Repeat all of the data precisely.

Provided information Start Marker

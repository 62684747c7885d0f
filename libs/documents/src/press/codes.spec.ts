import { describe, expect, it } from 'vitest';
import { code128Mark, code128Widths, qrMark, qrModules } from './codes.js';

describe('codes on paper', () => {
  it('has the three finder patterns of a QR code, and timing between them', () => {
    // Source: ISO/IEC 18004, 6.3.3 and 6.3.5: finder 7 by 7 in three corners, timing in row and column 6.
    const modules = qrModules('https://shop.example/check/K7QX-3MNP');
    const size = modules.length;
    expect((size - 21) % 4).toBe(0);
    const finder = ['1111111', '1000001', '1011101', '1011101', '1011101', '1000001', '1111111'];
    for (const [top, left] of [[0, 0], [0, size - 7], [size - 7, 0]] as const) {
      expect(modules.slice(top, top + 7).map((row) => row.slice(left, left + 7).map(Number).join(''))).toEqual(finder);
    }
    for (let at = 8; at < size - 8; at += 1) {
      expect(modules[6]?.[at]).toBe(at % 2 === 0);
      expect(modules[at]?.[6]).toBe(at % 2 === 0);
    }
  });

  it('writes error level M into the format bits', () => {
    // Source: ISO/IEC 18004, 7.9: level M is 00 in the first two format bits, after the mask 101010000010010.
    const modules = qrModules('https://shop.example/check/K7QX-3MNP');
    const bits = [modules[8]?.[0], modules[8]?.[1]].map(Number);
    expect([bits[0]! ^ 1, bits[1]! ^ 0]).toEqual([0, 0]);
  });

  it('begins, checks and stops a Code 128 as the standard says', () => {
    // Source: ISO/IEC 15417: every character is 11 modules of three bars and three spaces, start B is 211214, stop 2331112.
    const widths = code128Widths('J-AB');
    expect(widths.slice(0, 6).join('')).toBe('211214');
    expect(widths.slice(-7).join('')).toBe('2331112');
    // start, four characters, check character, stop
    expect(widths).toHaveLength(6 * 6 + 7);
    // J is value 42, A is value 33 in the table of the standard
    expect(widths.slice(6, 12).join('')).toBe('112133');
    expect(widths.slice(18, 24).join('')).toBe('111323');
    for (let from = 0; from < widths.length - 7; from += 6) expect(widths.slice(from, from + 6).reduce((sum, width) => sum + width, 0)).toBe(11);
  });

  it('gives no code where the text would make one that cannot be read', () => {
    expect(qrMark('x'.repeat(500), 0, 0, 60)).toBeNull();
    expect(code128Mark('J-2026-0112-'.repeat(5), 0, 0, 200, 20)).toBeNull();
    expect(code128Mark('Łódź', 0, 0, 200, 20)).toBeNull();
    expect(code128Mark('J-2026-0112', 0, 0, 200, 20)).not.toBeNull();
  });
});
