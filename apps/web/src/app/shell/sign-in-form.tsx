import { Button } from '@blueprintjs/core';
import { zodResolver } from '@hookform/resolvers/zod';
import { signInSchema, type Me } from '@shared/session';
import { useForm } from 'react-hook-form';
import { TextField } from '../../components/fields.js';
import { ErrorNotice } from '../../components/notices.js';
import { useSignIn } from '../../lib/me.js';
import { t } from './text.js';

export function SignInForm({ onDone, email = '' }: { readonly onDone: (me: Me) => void; readonly email?: string }) {
  const signIn = useSignIn();
  const { control, handleSubmit } = useForm({ resolver: zodResolver(signInSchema), defaultValues: { email, password: '' } });
  return (
    <form className="stack" noValidate onSubmit={handleSubmit((values) => signIn.mutate(values, { onSuccess: onDone }))}>
      <TextField control={control} name="email" type="email" label={t('email')} autoComplete="username" autoFocus={email === ''} />
      <TextField control={control} name="password" type="password" label={t('password')} autoComplete="current-password" autoFocus={email !== ''} />
      {signIn.error && <ErrorNotice error={signIn.error} />}
      <Button type="submit" intent="primary" text={t('signIn')} loading={signIn.isPending} fill />
    </form>
  );
}
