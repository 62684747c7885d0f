import { useEffect } from 'react';
import type { Preferences } from '@shared/session';

/** `public/first.js` reads it before anything else runs */
const KEPT = 'loopbay.theme';
const show = (theme: Preferences['theme']) =>
  void document.body.classList.toggle('bp6-dark', theme === 'dark' || (theme === 'system' && window.matchMedia('(prefers-color-scheme: dark)').matches));

function lastTheme(): Preferences['theme'] {
  const kept = localStorage.getItem(KEPT);
  return kept === 'light' || kept === 'dark' ? kept : 'system';
}

/** Puts the theme on the page: the device's own, or the one that is forced. Without one, what this device showed last. */
export function useTheme(wanted?: Preferences['theme']): void {
  useEffect(() => {
    const theme = wanted ?? lastTheme();
    if (wanted) localStorage.setItem(KEPT, wanted);
    const media = window.matchMedia('(prefers-color-scheme: dark)');
    const apply = () => show(theme);
    apply();
    media.addEventListener('change', apply);
    return () => media.removeEventListener('change', apply);
  }, [wanted]);
}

Provided information End Marker

Expected answer:
repository 62684747c7885d0f
filename libs/documents/src/press/codes.spec.ts
import { describe, expect, it } from 'vitest';
import { code128Mark, code128Widths, qrMark, qrModules } from './codes.js';

describe('codes on paper', () => {
  it('has the three finder patterns of a QR code, and timing between them', () => {
    // Source: ISO/IEC 18004, 6.3.3 and 6.3.5: finder 7 by 7 in three corners, timing in row and column 6.
    const modules = qrModules('https://shop.example/check/K7QX-3MNP');
    const size = modules.length;
    expect((size - 21) % 4).toBe(0);
    const finder = ['1111111', '1000001', '1011101', '1011101', '1011101', '1000001', '1111111'];
    for (const [top, left] of [[0, 0], [0, size - 7], [size - 7, 0]] as const) {
      expect(modules.slice(top, top + 7).map((row) => row.slice(left, left + 7).map(Number).join(''))).toEqual(finder);
    }
    for (let at = 8; at < size - 8; at += 1) {
      expect(modules[6]?.[at]).toBe(at % 2 === 0);
      expect(modules[at]?.[6]).toBe(at % 2 === 0);
    }
  });

  it('writes error level M into the format bits', () => {
    // Source: ISO/IEC 18004, 7.9: level M is 00 in the first two format bits, after the mask 101010000010010.
    const modules = qrModules('https://shop.example/check/K7QX-3MNP');
    const bits = [modules[8]?.[0], modules[8]?.[1]].map(Number);
    expect([bits[0]! ^ 1, bits[1]! ^ 0]).toEqual([0, 0]);
  });

  it('begins, checks and stops a Code 128 as the standard says', () => {
    // Source: ISO/IEC 15417: every character is 11 modules of three bars and three spaces, start B is 211214, stop 2331112.
    const widths = code128Widths('J-AB');
    expect(widths.slice(0, 6).join('')).toBe('211214');
    expect(widths.slice(-7).join('')).toBe('2331112');
    // start, four characters, check character, stop
    expect(widths).toHaveLength(6 * 6 + 7);
    // J is value 42, A is value 33 in the table of the standard
    expect(widths.slice(6, 12).join('')).toBe('112133');
    expect(widths.slice(18, 24).join('')).toBe('111323');
    for (let from = 0; from < widths.length - 7; from += 6) expect(widths.slice(from, from + 6).reduce((sum, width) => sum + width, 0)).toBe(11);
  });

  it('gives no code where the text would make one that cannot be read', () => {
    expect(qrMark('x'.repeat(500), 0, 0, 60)).toBeNull();
    expect(code128Mark('J-2026-0112-'.repeat(5), 0, 0, 200, 20)).toBeNull();
    expect(code128Mark('Łódź', 0, 0, 200, 20)).toBeNull();
    expect(code128Mark('J-2026-0112', 0, 0, 200, 20)).not.toBeNull();
  });
});
filename apps/web/src/app/shell/sign-in-form.tsx
import { Button } from '@blueprintjs/core';
import { zodResolver } from '@hookform/resolvers/zod';
import { signInSchema, type Me } from '@shared/session';
import { useForm } from 'react-hook-form';
import { TextField } from '../../components/fields.js';
import { ErrorNotice } from '../../components/notices.js';
import { useSignIn } from '../../lib/me.js';
import { t } from './text.js';

export function SignInForm({ onDone, email = '' }: { readonly onDone: (me: Me) => void; readonly email?: string }) {
  const signIn = useSignIn();
  const { control, handleSubmit } = useForm({ resolver: zodResolver(signInSchema), defaultValues: { email, password: '' } });
  return (
    <form className="stack" noValidate onSubmit={handleSubmit((values) => signIn.mutate(values, { onSuccess: onDone }))}>
      <TextField control={control} name="email" type="email" label={t('email')} autoComplete="username" autoFocus={email === ''} />
      <TextField control={control} name="password" type="password" label={t('password')} autoComplete="current-password" autoFocus={email !== ''} />
      {signIn.error && <ErrorNotice error={signIn.error} />}
      <Button type="submit" intent="primary" text={t('signIn')} loading={signIn.isPending} fill />
    </form>
  );
}
repository 62684747c7885d0f
import { useEffect } from 'react';
import type { Preferences } from '@shared/session';

/** `public/first.js` reads it before anything else runs */
const KEPT = 'loopbay.theme';
const show = (theme: Preferences['theme']) =>
  void document.body.classList.toggle('bp6-dark', theme === 'dark' || (theme === 'system' && window.matchMedia('(prefers-color-scheme: dark)').matches));

function lastTheme(): Preferences['theme'] {
  const kept = localStorage.getItem(KEPT);
  return kept === 'light' || kept === 'dark' ? kept : 'system';
}

/** Puts the theme on the page: the device's own, or the one that is forced. Without one, what this device showed last. */
export function useTheme(wanted?: Preferences['theme']): void {
  useEffect(() => {
    const theme = wanted ?? lastTheme();
    if (wanted) localStorage.setItem(KEPT, wanted);
    const media = window.matchMedia('(prefers-color-scheme: dark)');
    const apply = () => show(theme);
    apply();
    media.addEventListener('change', apply);
    return () => media.removeEventListener('change', apply);
  }, [wanted]);
}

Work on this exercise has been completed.